Imanifard Zahra, Liguori Lucia, Remuzzi Giuseppe
Istituto di Ricerche Farmacologiche Mario Negri IRCCS, Clinical Research Center for Rare Diseases Aldo e Cele Daccò, Ranica, Italy.
Transplantation. 2023 Nov 1;107(11):2329-2340. doi: 10.1097/TP.0000000000004585. Epub 2023 Oct 21.
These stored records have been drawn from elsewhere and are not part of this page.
"""A diode leaking in reverse.

Reverse leakage, as a resistance across the diode; grid scaled to the load resistance (a leak
draws current as the load does): 10×, 1× and 0.1× it.
"""

from __future__ import annotations

from fieldtool.core.circuit.netlist import Circuit, Params
from fieldtool.core.circuit.spec import Profile
from fieldtool.core.diagnosis.modes.base import (
    LEAKY_OHMS,
    FaultMode,
    diode_index,
    load_ohms_equivalent,
)


class DiodeLeaky(FaultMode):
    """A diode leaking in reverse."""

    name = "leaky"
    applies_to = "diode"
    unit = "ohms"
    words = "leaky (reverse leakage)"

    severity_range = LEAKY_OHMS

    def grid(self, profile: Profile) -> tuple[float, ...]:
        """10×, 1× and 0.1× the load resistance."""
        return tuple(load_ohms_equivalent(profile) * k for k in (10.0, 1.0, 0.1))

    def apply(
        self,
        circuit: Circuit,
        params: Params,
        target: str,
        severity: float | None,
        profile: Profile,
    ) -> None:
        """A resistance of ``severity`` ohms across the diode."""
        params.d_gp[:, diode_index(circuit, target)] += 1.0 / severity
Thrombotic microangiopathy (TMA) is a rare and devastating complication of kidney transplantation, which often leads to graft failure. Posttransplant TMA (PT-TMA) may occur either de novo or as a recurrence of the disease. De novo TMA can be triggered by immunosuppressant drugs, antibody-mediated rejection, viral infections, and ischemia/reperfusion injury in patients with no evidence of the disease before transplantation. Recurrent TMA may occur in the kidney grafts of patients with a history of atypical hemolytic uremic syndrome (aHUS) in the native kidneys. Studies have shown that some patients with aHUS carry genetic abnormalities that affect genes that code for complement regulators (CFH, MCP, CFI) and components (C3 and CFB), whereas in 10% of patients (mostly children), anti-FH autoantibodies have been reported. The incidence of aHUS recurrence is determined by the underlying genetic or acquired complement abnormality. Although treatment of the causative agents is usually the first line of treatment for de novo PT-TMA, this approach might be insufficient. Plasma exchange typically resolves hematologic abnormalities but does not improve kidney function. Targeted complement inhibition is an effective treatment for recurrent TMA and may be effective in de novo PT-TMA as well, but it is necessary to establish which patients can benefit from different therapeutic options and when and how these can be applied.
血栓性微血管病(TMA)是肾移植中一种罕见且严重的并发症,常导致移植肾失功。移植后TMA(PT-TMA)可新发或为疾病复发。新发TMA可由免疫抑制药物、抗体介导的排斥反应、病毒感染以及移植前无该疾病证据患者的缺血/再灌注损伤引发。复发性TMA可发生于有非典型溶血尿毒综合征(aHUS)病史患者的移植肾中。研究表明,一些aHUS患者存在影响补体调节因子(CFH、MCP、CFI)和补体成分(C3和CFB)编码基因的遗传异常,而在10%的患者(大多为儿童)中,已报道存在抗FH自身抗体。aHUS复发的发生率取决于潜在的遗传或获得性补体异常。虽然针对病因进行治疗通常是新发PT-TMA的一线治疗方法,但这种方法可能并不充分。血浆置换通常可纠正血液学异常,但不能改善肾功能。靶向补体抑制是复发性TMA的有效治疗方法,对新发PT-TMA可能也有效,但有必要确定哪些患者能从不同治疗方案中获益,以及何时、如何应用这些方案。